The concept of finding the area under a curve is quite foundational in calculus. It essentially involves calculating the space enclosed between a curve and a line or axis. In this exercise, you are asked to find the area between the curve given by the equation \( y = \sqrt[4]{x} \), and the line \( y = 1 \), with respect to the y-axis.

To visualize this, imagine drawing the curve from the y-axis to where it meets the line \( y = 1 \). The shaded area is located beneath this part of the curve and above the line or axis that acts as its boundary.

• The curve is \( y = \sqrt[4]{x} \), which is rewritten to express \( x \) as a function of \( y \).
• The other boundary is the horizontal line \( y = 1 \).
• The area will be calculated from where the curve begins at the y-axis, up to the line \( y = 1 \).

When calculating areas beneath a curve, integrating the function over specified limits helps to obtain this measure. This method transforms a graphical problem into a calculable one, providing an exact numerical answer for the area, which in this case is \( \frac{1}{5} \).

In many integration problems, when aiming to find an area with respect to the y-axis, it's often beneficial to express the variables in terms of \( y \). For the function originally given as \( y = \sqrt[4]{x} \), it means rewriting \( x \) in terms of \( y \).

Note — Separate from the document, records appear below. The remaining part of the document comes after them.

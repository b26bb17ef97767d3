import { Router } from 'express';
import { policy } from '../policies';
import { presentJobWithRole } from '../presenters/session';
import { jobsOf } from '../services/memberships';

/** GET /api/jobs: my jobs with my role; GET /api/jobs/:jobId: one of them. */
export function jobsRouter(): Router {
  const router = Router();
  router.get('/jobs', policy.signedIn(), async (req, res) => {
    res.json({ items: await jobsOf(req.user!.id) });
  });
  router.get('/jobs/:jobId', policy.jobMember(), async (req, res) => {
    const { job, role } = req.membership!;
    res.json({
      ...presentJobWithRole(job, role),
      startsOn: job.startsOn ?? null,
      endsOn: job.endsOn ?? null,
      timeZone: job.timeZone,
      unitSystem: job.unitSystem,
    });
  });
  return router;
}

By manipulating the original equation, you can derive \( x = y^4 \). This step is crucial for setting up your integral correctly, as it delineates how \( x \) values change between the specified y boundaries.

• Start by isolating \( x \): given \( y = \sqrt[4]{x} \), apply the fourth power to both sides.
• This results in \( y^4 = x \), a basic expression for \( x \) as a function of \( y \).

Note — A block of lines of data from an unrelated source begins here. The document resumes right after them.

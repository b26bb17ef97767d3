import { Router } from 'express';
import type { z } from 'zod';
import { copyJobSchema, createJobSchema, jobParamsSchema, setupChecklistQuerySchema, updateJobSchema } from '../../shared/schemas/setup';
import { copyJob } from '../commands/copyJob';
import { createJob } from '../commands/createJob';
import { valid, validate } from '../middleware/validate';
import { policy } from '../policies';
import { presentJobDetail } from '../presenters/job';
import { idempotentWrite } from '../services/idempotency';
import { changeJob } from '../services/jobs';
import { loadSetupChecklist } from '../services/setupChecklist';
import { jobsOf } from '../services/memberships';
import { inTransaction, sequelizeOf } from '../services/records';
import { setEtag } from '../services/versioning';

/**
 * GET /api/jobs: my jobs with my role; GET /api/jobs/:jobId: one of them (with ETag).
 * POST /api/jobs: any signed-in user creates a job owned by their company and becomes its GC manager.
 * PATCH /api/jobs/:jobId: GC managers change the job's details and settings (If-Match).
 * POST /api/jobs/:jobId/copy: a GC manager starts a new job as a copy of this one's structure (201).
 * GET /api/jobs/:jobId/setup/checklist: a GC manager's list of what is missing before a walk makes sense.
 * Writes: commands/createJob.ts, commands/copyJob.ts, services/jobs.ts.
 */
export function jobsRouter(): Router {
  const router = Router();
  router.get('/jobs', policy.signedIn(), async (req, res) => {
    res.json({ items: await jobsOf(req.user!.id) });
  });

  router.post('/jobs', policy.signedIn(), validate({ body: createJobSchema }), async (req, res) => {
    const body = valid<z.infer<typeof createJobSchema>>(req.valid.body);
    await idempotentWrite(req, res, async (transaction) => {
      const job = await createJob({ transaction, actor: req.user! }, body);
      setEtag(res, job.version);
      return { status: 201, body: presentJobDetail(job, 'gc_manager') };
    });
  });

  router.post('/jobs/:jobId/copy', policy.jobMember(['gc_manager']), validate({ body: copyJobSchema }), async (req, res) => {
    const body = valid<z.infer<typeof copyJobSchema>>(req.valid.body);
    const source = req.membership!.job;
    await idempotentWrite(req, res, async (transaction) => {
      const job = await copyJob({ transaction, actor: req.user! }, source, body);
      setEtag(res, job.version);
      return { status: 201, body: presentJobDetail(job, 'gc_manager') };
    });
  });

  router.get('/jobs/:jobId/setup/checklist', policy.jobMember(['gc_manager']), validate({ params: jobParamsSchema, query: setupChecklistQuerySchema }), async (req, res) => {
    res.json(await loadSetupChecklist(sequelizeOf(req), req.membership!.job.id));
  });

  router.get('/jobs/:jobId', policy.jobMember(), async (req, res) => {
    const { job, role } = req.membership!;
    setEtag(res, job.version);
    res.json(presentJobDetail(job, role));
  });

  router.patch('/jobs/:jobId', policy.jobMember(['gc_manager']), validate({ body: updateJobSchema }), async (req, res) => {
    const body = valid<z.infer<typeof updateJobSchema>>(req.valid.body);
    const { job: current, role } = req.membership!;
    const job = await inTransaction(req, (transaction) => changeJob({ transaction, jobId: current.id, ifMatch: req.get('if-match'), role }, body));
    setEtag(res, job.version);
    res.json(presentJobDetail(job, role));
  });
  return router;
}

This function effectively reverses the roles of \( x \) and \( y \) to suit integration with respect to \( y \). In practice, this boils down to accurately characterizing how \( x \), the horizontal component of your graph, behaves when the vertical position \( y \) changes from \( 0 \) to \( 1 \).

Definite integral limits are the boundaries between which you perform the integration. They are significant as they dictate the start and endpoint of the area you are calculating.

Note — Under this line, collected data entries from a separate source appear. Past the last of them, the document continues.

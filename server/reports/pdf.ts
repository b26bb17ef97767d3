/**
 * The page furniture every Trimout PDF shares: US Letter, the app's own typeface (Atkinson
 * Hyperlegible, shipped in the npm package the app already loads its fonts from), a running header
 * (job and report), a footer with the page number and the deferral line, black text on white so
 * a report printed in black and white loses nothing.
 *
 * The footer says "Page 7 of 40" while pages still stream as they are finished (no
 * `bufferPages`, which keeps every page's drawing operators until the end: measured at 155 MB
 * more heap for a 4,783-finding, 1,180-page close-out report, about 130 KB a page, so GBs for a
 * whole large job built in the background). The
 * total is one small form XObject that every page draws after "Page 7 of " and that is written
 * once, at `finish()`, when the count is known: a PDF object may come after the pages naming it.
 */
import { once } from 'node:events';
import path from 'node:path';
import type { Writable } from 'node:stream';
import PDFDocument from 'pdfkit';
import { GOVERNS, NOT_CERTIFIED } from '../../shared/deferral';

const FONT_DIR = path.dirname(require.resolve('@expo-google-fonts/atkinson-hyperlegible/package.json'));
export const FONTS = {
  regular: path.join(FONT_DIR, '400Regular', 'AtkinsonHyperlegible_400Regular.ttf'),
  bold: path.join(FONT_DIR, '700Bold', 'AtkinsonHyperlegible_700Bold.ttf'),
  italic: path.join(FONT_DIR, '400Regular_Italic', 'AtkinsonHyperlegible_400Regular_Italic.ttf'),
} as const;

/** Points (1/72 in). US Letter, 0.6 in margins; the header and footer sit inside the margins. */
export const PAGE = { width: 612, height: 792, margin: 44, top: 62, bottom: 64 } as const;
export const CONTENT_WIDTH = PAGE.width - 2 * PAGE.margin;

/** Greys that still print as distinct tones on a black-and-white laser printer. */
export const INK = { text: '#000000', soft: '#444444', rule: '#888888', fill: '#EEEEEE' } as const;

export type Doc = PDFKit.PDFDocument;

export interface ReportFrame {
  /** Running header, left: the job ("Harbour Street Lofts · #2471"). */
  job: string;
  /** Running header, right: the report and its scope ("Close-out report · Level 3"). */
  title: string;
  /** Document information (shown by PDF viewers). */
  author: string;
}

/**
 * A new document with the header and footer drawn on every page as it is added. Call
 * `finish()` at the end: it ends the document; the stream then ends on its own.
 */
export function newReport(frame: ReportFrame): Doc {
  const doc = new PDFDocument({
    size: 'LETTER',
    margins: { top: PAGE.top, bottom: PAGE.bottom, left: PAGE.margin, right: PAGE.margin },
    autoFirstPage: false,
    compress: true,
    info: { Title: `${frame.title} — ${frame.job}`, Author: frame.author, Creator: 'Trimout', Producer: 'Trimout' },
    // Photos are embedded as their own JPEG bytes; pdfkit never re-encodes them.
  });
  doc.registerFont('body', FONTS.regular);
  doc.registerFont('bold', FONTS.bold);
  doc.registerFont('italic', FONTS.italic);
  const total = (doc as unknown as PdfInternals).ref({ Type: 'XObject', Subtype: 'Form', BBox: [0, -4, PAGE_NUMBER_WIDTH, 12], Resources: {} });
  const numbering = { total, pages: 0 };
  NUMBERING.set(doc, numbering);
  doc.on('pageAdded', () => {
    numbering.pages += 1;
    drawFrame(doc, frame, numbering);
  });
  return doc;
}

const FOOT_Y = PAGE.height - 46;
const PAGE_NUMBER_WIDTH = 92;
const PAGE_NUMBER_SIZE = 9;
const TOTAL_XOBJECT = 'PageTotal';

/** The pdfkit internals the page total needs (not in its type definitions). */
interface PdfInternals {
  ref(data: object): PdfRef;
  _font: { id: string; ascender: number; ref(): PdfRef; encode(text: string): [string[], unknown[]] };
  page: { xobjects: Record<string, PdfRef> };
}
interface PdfRef {
  data: Record<string, unknown>;
  end(chunk?: string): void;
}

/** Each open document's page count and the form XObject that will print it. */
const NUMBERING = new WeakMap<Doc, { total: PdfRef; pages: number }>();

function drawFrame(doc: Doc, frame: ReportFrame, numbering: { total: PdfRef; pages: number }): void {
  const { x, y } = doc;
  const bottom = doc.page.margins.bottom;
  // Writing below the bottom margin would start a new page: lift the margin while drawing the footer.
  doc.page.margins.bottom = 0;
  doc.save();
  doc.font('bold').fontSize(8.5).fillColor(INK.text);
  doc.text(frame.job, PAGE.margin, 26, { width: CONTENT_WIDTH * 0.55, lineBreak: false, ellipsis: true });
  doc.font('body').text(frame.title, PAGE.margin + CONTENT_WIDTH * 0.45, 26, { width: CONTENT_WIDTH * 0.55, align: 'right', lineBreak: false, ellipsis: true });
  doc.moveTo(PAGE.margin, 40).lineTo(PAGE.width - PAGE.margin, 40).lineWidth(0.6).strokeColor(INK.rule).stroke();
  const footY = FOOT_Y;
  doc.moveTo(PAGE.margin, footY - 6).lineTo(PAGE.width - PAGE.margin, footY - 6).lineWidth(0.6).strokeColor(INK.rule).stroke();
  doc.font('body').fontSize(7.5).fillColor(INK.soft);
  doc.text(`${NOT_CERTIFIED} ${GOVERNS}`, PAGE.margin, footY, { width: CONTENT_WIDTH - PAGE_NUMBER_WIDTH, lineGap: 1 });
  // "Page 7 of " now; the total is drawn from the shared form XObject filled in by finish().
  const label = `Page ${numbering.pages} of `;
  const left = PAGE.width - PAGE.margin - PAGE_NUMBER_WIDTH + 12;
  doc.font('bold').fontSize(PAGE_NUMBER_SIZE).fillColor(INK.text);
  doc.text(label, left, footY, { lineBreak: false });
  const internals = doc as unknown as PdfInternals;
  const baseline = footY + (internals._font.ascender / 1000) * PAGE_NUMBER_SIZE;
  internals.page.xobjects[TOTAL_XOBJECT] = numbering.total;
  doc.save();
  // Form space is y-up with its origin on the baseline; pdfkit's page space is y-down.
  doc.transform(1, 0, 0, -1, left + doc.widthOfString(label), baseline);
  doc.addContent(`/${TOTAL_XOBJECT} Do`);
  doc.restore();
  doc.restore();
  doc.page.margins.bottom = bottom;
  doc.x = x;
  doc.y = y;
  doc.fillColor(INK.text);
}

/** Room left on the page below doc.y, in points. */
export function roomLeft(doc: Doc): number {
  return PAGE.height - PAGE.bottom - doc.y;
}

/** Starts a new page unless `height` points still fit below the cursor. */
export function keepTogether(doc: Doc, height: number): void {
  if (roomLeft(doc) < height) doc.addPage();
}

export function heading(doc: Doc, text: string, size = 15): void {
  keepTogether(doc, size * 4);
  doc.font('bold').fontSize(size).fillColor(INK.text).text(text, PAGE.margin, doc.y, { width: CONTENT_WIDTH });
  doc.moveDown(0.35);
}

export function paragraph(doc: Doc, text: string, options: { size?: number; font?: 'body' | 'bold' | 'italic'; color?: string } = {}): void {
  doc.font(options.font ?? 'body').fontSize(options.size ?? 10).fillColor(options.color ?? INK.text);
  doc.text(text, PAGE.margin, doc.y, { width: CONTENT_WIDTH, lineGap: 1.5 });
}

export interface Column {
  label: string;
  width: number;
  align?: 'left' | 'right' | 'center';
}

/**
 * A plain table: a bold header row repeated after each page break, rows with a hairline under
 * each. Cells are text; widths are fractions of the content width.
 */
export function table(doc: Doc, columns: readonly Column[], rows: readonly (readonly string[])[], size = 9): void {
  const widths = columns.map((c) => c.width * CONTENT_WIDTH);
  const pad = 3;
  const rowHeight = (cells: readonly string[], font: string) => {
    doc.font(font).fontSize(size);
    return Math.max(...cells.map((c, i) => doc.heightOfString(c || ' ', { width: widths[i]! - 2 * pad }))) + 2 * pad;
  };
  // A row's height is measured once (wrapping text is the costly part of a long table).
  const drawRow = (cells: readonly string[], font: string, shade: boolean, h = rowHeight(cells, font)) => {
    const top = doc.y;
    if (shade) doc.rect(PAGE.margin, top, CONTENT_WIDTH, h).fill(INK.fill);
    let x = PAGE.margin;
    doc.font(font).fontSize(size).fillColor(INK.text);
    cells.forEach((c, i) => {
      doc.text(c, x + pad, top + pad, { width: widths[i]! - 2 * pad, align: columns[i]!.align ?? 'left' });
      x += widths[i]!;
    });
    doc.moveTo(PAGE.margin, top + h).lineTo(PAGE.margin + CONTENT_WIDTH, top + h).lineWidth(0.4).strokeColor(INK.rule).stroke();
    doc.x = PAGE.margin;
    doc.y = top + h;
  };
  const header = columns.map((c) => c.label);
  const headerHeight = rowHeight(header, 'bold');
  keepTogether(doc, headerHeight + rowHeight(rows[0] ?? header, 'body') + 4);
  drawRow(header, 'bold', true, headerHeight);
  for (const r of rows) {
    const h = rowHeight(r, 'body');
    if (roomLeft(doc) < h) {
      doc.addPage();
      drawRow(header, 'bold', true, headerHeight);
    }
    drawRow(r, 'body', false, h);
  }
  doc.moveDown(0.6);
}

/** An empty square to tick by hand, `size` points, top-left at (x, y). */
export function tickBox(doc: Doc, x: number, y: number, size = 13): void {
  doc.save().rect(x, y, size, size).lineWidth(1.1).strokeColor(INK.text).stroke().restore();
}

/**
 * Waits while the document's output waits on the reader: pdfkit pushes pages whatever the
 * consumer does, so without this a slow download would collect the whole report in memory.
 */
export async function letOutputCatchUp(doc: Doc, out: Writable, highWater = 2 * 1024 * 1024): Promise<void> {
  while (doc.readableLength > highWater && !out.destroyed && !out.writableEnded) {
    await Promise.race([once(out, 'drain'), once(out, 'close')]);
  }
}

/** Writes the page total into the form XObject every page's footer draws; called once, after the last page. */
export function numberPages(doc: Doc): void {
  const numbering = NUMBERING.get(doc);
  if (!numbering) return;
  NUMBERING.delete(doc);
  const internals = doc as unknown as PdfInternals;
  doc.font('bold');
  const font = internals._font;
  // Encoding adds the digits to the embedded font's subset, which pdfkit writes at doc.end().
  const [glyphs] = font.encode(String(numbering.pages));
  numbering.total.data.Resources = { Font: { [font.id]: font.ref() } };
  numbering.total.end(`BT /${font.id} ${PAGE_NUMBER_SIZE} Tf 0 0 Td <${glyphs.join('')}> Tj ET`);
}

/**
 * Numbers the pages, ends the document and resolves when `out` has taken every byte (or rejects
 * when it fails).
 */
export async function finish(doc: Doc, out: Writable): Promise<void> {
  const done = new Promise<void>((resolve, reject) => {
    out.once('finish', resolve);
    out.once('close', resolve);
    out.once('error', reject);
  });
  numberPages(doc);
  doc.end();
  await done;
}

In the given problem, you integrate the function \( x = y^4 \) from \( y = 0 \) to \( y = 1 \). These limits are chosen because:

• \( y = 0 \) is where the curve intersects with the y-axis, marking the start of the area of interest.
• \( y = 1 \) is where the curve reaches the line \( y = 1 \), which effectively caps the top of the shaded area.

Thus, these boundaries encapsulate the area beneath the curve within the specified region in terms of \( y \). Evaluating this integral provides the total area contained between these two limits, offering an exact numerical result. As calculated in the exercise, the integral \( \int_{0}^{1} y^4 \, dy \) yields an area of \( \frac{1}{5} \). This methodical process gives you the definite areal measurement, vital in understanding and applying calculus to similar problems.